Stored data entries
[Start of Attachment]

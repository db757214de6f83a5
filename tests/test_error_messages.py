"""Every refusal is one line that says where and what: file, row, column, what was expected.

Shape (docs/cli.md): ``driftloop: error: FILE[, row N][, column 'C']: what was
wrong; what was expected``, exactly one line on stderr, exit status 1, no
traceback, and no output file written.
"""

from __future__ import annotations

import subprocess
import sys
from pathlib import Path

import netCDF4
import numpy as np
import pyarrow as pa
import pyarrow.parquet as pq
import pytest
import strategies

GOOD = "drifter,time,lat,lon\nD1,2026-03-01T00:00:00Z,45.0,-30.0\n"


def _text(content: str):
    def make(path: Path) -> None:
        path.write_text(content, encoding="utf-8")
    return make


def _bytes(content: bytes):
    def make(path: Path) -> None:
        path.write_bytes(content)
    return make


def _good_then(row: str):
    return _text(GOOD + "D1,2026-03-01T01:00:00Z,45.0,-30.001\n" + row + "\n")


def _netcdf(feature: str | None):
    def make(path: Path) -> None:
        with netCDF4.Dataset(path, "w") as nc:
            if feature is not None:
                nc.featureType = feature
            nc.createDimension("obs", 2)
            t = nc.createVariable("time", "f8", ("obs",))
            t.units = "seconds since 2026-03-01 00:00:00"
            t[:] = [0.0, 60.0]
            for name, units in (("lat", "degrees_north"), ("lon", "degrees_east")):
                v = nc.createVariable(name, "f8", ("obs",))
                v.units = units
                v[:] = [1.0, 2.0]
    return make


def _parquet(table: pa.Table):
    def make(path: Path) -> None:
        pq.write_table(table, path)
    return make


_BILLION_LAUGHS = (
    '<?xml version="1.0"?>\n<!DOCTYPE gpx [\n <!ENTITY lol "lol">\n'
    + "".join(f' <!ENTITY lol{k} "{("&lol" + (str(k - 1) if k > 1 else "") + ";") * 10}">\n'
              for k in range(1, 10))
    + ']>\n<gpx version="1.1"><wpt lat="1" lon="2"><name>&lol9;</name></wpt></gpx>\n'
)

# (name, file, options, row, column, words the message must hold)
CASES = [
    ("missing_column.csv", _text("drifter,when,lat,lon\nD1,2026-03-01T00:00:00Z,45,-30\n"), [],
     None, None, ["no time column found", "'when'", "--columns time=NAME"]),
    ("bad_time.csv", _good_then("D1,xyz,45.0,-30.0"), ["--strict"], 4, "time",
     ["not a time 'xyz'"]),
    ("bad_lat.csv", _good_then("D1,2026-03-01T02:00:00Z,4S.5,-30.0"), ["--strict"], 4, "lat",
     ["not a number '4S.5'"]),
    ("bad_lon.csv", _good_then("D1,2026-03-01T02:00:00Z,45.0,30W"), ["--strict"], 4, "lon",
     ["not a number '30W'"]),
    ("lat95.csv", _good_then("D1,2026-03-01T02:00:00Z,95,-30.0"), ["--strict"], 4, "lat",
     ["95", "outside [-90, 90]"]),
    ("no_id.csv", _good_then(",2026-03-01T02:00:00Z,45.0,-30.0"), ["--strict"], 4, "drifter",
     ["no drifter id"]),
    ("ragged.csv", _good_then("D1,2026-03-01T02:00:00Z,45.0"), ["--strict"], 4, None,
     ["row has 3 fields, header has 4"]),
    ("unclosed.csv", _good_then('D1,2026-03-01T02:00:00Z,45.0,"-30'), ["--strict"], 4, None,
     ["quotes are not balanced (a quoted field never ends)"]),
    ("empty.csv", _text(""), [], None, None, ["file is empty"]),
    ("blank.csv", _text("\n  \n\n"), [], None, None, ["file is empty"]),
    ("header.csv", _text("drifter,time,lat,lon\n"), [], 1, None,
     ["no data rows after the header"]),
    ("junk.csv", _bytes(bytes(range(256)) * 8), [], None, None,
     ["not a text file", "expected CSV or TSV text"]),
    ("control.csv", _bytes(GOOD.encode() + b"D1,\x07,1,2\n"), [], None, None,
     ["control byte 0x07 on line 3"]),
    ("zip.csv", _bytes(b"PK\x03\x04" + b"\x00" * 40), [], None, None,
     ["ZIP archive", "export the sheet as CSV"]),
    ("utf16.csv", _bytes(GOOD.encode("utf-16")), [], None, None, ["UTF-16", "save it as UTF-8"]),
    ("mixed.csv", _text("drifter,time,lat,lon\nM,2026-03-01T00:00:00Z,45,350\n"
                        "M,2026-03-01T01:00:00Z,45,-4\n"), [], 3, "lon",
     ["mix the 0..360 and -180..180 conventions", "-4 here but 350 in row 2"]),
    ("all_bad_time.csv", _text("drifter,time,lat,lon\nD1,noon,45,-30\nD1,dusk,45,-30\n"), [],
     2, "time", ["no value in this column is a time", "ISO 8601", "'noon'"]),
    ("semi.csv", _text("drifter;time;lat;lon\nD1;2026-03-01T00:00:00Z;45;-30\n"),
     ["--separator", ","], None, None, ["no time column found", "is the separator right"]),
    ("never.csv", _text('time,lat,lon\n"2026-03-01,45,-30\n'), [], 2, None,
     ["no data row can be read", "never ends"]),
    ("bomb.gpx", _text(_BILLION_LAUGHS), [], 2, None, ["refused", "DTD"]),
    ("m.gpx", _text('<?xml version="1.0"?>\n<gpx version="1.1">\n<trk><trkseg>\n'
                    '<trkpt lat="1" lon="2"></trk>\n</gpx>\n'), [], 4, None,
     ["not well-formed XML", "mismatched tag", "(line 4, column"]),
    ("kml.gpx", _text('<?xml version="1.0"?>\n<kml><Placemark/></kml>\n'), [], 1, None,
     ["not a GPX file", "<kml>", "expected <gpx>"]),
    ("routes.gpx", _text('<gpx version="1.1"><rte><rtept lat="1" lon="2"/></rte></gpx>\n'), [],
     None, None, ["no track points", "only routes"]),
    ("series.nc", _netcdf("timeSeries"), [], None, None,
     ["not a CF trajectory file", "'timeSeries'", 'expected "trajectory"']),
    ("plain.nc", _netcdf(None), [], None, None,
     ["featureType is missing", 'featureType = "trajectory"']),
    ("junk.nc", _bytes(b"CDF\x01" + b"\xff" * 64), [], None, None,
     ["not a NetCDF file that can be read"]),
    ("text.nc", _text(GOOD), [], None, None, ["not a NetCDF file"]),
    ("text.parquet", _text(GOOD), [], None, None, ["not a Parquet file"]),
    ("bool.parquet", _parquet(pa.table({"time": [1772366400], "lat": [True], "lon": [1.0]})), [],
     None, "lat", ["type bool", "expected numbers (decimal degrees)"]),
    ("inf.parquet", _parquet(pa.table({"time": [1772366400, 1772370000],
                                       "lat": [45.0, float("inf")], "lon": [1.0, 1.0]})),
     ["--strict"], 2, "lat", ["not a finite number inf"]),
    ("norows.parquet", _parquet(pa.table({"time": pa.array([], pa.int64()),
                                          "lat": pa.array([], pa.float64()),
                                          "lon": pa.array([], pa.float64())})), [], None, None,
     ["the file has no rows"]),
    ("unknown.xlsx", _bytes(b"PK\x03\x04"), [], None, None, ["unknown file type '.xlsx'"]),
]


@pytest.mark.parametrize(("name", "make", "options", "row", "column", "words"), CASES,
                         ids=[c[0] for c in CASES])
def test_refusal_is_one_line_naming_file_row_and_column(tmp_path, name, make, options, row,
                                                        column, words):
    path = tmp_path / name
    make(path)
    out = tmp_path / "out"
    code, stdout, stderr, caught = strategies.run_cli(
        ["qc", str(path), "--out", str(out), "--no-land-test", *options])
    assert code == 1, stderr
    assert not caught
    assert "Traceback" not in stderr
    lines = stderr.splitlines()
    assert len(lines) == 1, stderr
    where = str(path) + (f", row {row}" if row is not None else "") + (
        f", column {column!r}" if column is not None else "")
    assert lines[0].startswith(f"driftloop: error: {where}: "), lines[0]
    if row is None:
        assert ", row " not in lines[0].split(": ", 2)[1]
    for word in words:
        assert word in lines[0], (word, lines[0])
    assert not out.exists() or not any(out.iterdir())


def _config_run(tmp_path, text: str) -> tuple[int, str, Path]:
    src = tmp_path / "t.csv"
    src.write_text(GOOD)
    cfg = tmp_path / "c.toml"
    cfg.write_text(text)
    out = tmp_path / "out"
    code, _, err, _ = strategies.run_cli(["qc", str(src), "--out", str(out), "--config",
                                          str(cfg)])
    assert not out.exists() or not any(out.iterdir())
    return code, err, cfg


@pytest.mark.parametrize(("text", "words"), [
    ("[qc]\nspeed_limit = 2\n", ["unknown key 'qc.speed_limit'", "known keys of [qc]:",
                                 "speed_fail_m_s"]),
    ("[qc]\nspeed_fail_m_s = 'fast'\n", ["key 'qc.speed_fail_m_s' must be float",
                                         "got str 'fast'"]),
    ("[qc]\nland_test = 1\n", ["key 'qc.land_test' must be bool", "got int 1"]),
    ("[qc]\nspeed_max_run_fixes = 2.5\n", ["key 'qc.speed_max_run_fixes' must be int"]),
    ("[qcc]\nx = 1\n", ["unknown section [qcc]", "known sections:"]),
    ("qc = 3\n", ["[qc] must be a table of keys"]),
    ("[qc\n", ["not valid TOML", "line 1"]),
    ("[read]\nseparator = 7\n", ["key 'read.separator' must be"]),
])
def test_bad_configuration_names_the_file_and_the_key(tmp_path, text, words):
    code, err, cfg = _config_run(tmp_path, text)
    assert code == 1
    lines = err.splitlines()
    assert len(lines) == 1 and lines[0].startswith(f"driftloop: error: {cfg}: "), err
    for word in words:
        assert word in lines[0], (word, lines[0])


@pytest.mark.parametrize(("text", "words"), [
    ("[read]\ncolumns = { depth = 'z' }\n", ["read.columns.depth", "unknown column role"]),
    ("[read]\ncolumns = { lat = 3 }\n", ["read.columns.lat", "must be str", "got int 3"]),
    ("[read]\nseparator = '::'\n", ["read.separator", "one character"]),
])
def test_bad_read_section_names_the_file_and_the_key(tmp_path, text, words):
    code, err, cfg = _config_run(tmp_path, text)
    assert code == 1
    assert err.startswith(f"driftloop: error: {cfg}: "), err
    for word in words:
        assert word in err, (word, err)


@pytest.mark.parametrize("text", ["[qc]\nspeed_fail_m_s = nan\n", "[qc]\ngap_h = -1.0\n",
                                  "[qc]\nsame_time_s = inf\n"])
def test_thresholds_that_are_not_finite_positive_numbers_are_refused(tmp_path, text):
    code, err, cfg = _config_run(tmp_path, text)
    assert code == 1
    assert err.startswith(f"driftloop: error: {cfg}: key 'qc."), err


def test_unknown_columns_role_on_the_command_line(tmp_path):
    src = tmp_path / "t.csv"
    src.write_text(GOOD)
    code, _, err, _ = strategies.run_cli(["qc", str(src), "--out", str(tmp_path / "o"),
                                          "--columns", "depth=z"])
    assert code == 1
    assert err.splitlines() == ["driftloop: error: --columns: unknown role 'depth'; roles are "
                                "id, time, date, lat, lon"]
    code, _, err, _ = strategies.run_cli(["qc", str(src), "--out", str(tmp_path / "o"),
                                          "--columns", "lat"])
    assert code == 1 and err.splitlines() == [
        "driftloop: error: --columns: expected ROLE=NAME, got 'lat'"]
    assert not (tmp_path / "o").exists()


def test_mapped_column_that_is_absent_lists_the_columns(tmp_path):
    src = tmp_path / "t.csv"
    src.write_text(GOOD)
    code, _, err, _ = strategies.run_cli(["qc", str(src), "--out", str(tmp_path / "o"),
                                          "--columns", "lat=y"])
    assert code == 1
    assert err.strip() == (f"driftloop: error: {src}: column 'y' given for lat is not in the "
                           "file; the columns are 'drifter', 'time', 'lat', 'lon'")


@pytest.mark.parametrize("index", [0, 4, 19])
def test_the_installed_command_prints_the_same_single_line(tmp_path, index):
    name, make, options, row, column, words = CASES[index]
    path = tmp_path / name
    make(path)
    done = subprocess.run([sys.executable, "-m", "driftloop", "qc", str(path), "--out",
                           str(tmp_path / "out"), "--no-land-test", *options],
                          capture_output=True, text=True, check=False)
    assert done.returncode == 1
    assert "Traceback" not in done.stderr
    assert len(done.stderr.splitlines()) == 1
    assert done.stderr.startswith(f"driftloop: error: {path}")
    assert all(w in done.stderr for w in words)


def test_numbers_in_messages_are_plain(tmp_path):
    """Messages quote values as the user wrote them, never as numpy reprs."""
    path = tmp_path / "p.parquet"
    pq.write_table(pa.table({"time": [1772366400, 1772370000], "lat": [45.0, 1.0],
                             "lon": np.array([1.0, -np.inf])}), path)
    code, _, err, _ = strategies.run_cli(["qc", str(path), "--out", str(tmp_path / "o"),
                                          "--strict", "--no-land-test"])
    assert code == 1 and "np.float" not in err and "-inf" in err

[End of Attachment]
[Start of Attachment]

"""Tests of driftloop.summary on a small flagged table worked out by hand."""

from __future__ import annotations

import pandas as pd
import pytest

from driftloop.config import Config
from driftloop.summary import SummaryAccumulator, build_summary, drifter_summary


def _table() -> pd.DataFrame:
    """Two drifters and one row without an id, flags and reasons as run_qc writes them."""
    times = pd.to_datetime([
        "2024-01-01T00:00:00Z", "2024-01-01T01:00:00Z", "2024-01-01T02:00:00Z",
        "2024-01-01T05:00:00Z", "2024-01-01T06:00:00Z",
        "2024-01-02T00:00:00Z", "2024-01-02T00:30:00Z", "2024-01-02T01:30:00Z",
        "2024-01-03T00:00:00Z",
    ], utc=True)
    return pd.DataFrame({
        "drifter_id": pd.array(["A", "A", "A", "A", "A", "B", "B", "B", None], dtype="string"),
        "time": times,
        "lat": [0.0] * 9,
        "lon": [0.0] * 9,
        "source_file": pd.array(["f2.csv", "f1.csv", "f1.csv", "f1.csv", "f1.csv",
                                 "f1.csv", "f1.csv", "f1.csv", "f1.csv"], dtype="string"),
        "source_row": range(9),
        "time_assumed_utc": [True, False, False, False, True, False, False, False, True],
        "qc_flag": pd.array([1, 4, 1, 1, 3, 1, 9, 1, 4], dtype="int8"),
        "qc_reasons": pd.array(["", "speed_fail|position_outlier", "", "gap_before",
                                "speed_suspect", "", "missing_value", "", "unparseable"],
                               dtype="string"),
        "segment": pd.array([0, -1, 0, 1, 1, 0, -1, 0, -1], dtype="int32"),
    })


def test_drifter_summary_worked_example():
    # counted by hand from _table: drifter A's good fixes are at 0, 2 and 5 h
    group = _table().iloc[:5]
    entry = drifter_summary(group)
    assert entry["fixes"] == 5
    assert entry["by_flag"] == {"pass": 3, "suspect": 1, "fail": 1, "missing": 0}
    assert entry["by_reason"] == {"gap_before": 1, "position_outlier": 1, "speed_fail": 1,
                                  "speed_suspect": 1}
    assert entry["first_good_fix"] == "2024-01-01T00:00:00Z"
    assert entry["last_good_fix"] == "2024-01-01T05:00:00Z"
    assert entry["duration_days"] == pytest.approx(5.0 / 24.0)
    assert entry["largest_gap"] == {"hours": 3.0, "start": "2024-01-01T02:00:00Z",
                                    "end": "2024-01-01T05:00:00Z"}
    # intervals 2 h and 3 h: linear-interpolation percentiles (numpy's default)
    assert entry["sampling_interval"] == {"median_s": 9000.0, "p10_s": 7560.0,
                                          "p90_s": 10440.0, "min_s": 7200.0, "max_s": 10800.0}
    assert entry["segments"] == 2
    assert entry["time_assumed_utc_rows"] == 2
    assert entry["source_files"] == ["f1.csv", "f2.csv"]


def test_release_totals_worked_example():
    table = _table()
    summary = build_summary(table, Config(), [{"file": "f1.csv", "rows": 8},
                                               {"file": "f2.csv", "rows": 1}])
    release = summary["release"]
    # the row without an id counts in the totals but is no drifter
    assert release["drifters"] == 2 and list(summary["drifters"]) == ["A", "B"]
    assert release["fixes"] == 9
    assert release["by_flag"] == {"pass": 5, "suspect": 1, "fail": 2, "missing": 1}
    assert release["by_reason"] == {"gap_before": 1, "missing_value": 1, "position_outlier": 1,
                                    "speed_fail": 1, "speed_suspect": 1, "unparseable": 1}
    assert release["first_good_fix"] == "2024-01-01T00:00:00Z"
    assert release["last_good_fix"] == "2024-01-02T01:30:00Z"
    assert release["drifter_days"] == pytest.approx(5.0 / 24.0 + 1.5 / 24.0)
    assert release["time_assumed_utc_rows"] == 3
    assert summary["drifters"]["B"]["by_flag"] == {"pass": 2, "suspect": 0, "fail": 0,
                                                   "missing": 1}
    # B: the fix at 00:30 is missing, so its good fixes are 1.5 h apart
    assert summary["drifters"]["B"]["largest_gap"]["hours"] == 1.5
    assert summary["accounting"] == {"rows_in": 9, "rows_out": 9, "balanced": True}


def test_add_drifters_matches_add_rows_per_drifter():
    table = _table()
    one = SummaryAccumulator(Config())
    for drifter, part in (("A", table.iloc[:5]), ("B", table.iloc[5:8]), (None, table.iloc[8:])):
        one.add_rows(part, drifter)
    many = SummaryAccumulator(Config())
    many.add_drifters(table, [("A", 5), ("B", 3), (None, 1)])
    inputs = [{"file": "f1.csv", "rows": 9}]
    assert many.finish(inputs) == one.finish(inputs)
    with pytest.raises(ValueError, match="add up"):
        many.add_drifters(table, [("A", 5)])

[End of Attachment]

--- TASK ITEM ---
Starting with the line with "repository db757214de6f83a5" above and going on through the line with "column 'C']: what was", transcribe every line exactly, both ends included, and add nothing.

--- SOLVED PROBLEM ---
repository db757214de6f83a5
filename tests/test_error_messages.py
"""Every refusal is one line that says where and what: file, row, column, what was expected.

Shape (docs/cli.md): ``driftloop: error: FILE[, row N][, column 'C']: what was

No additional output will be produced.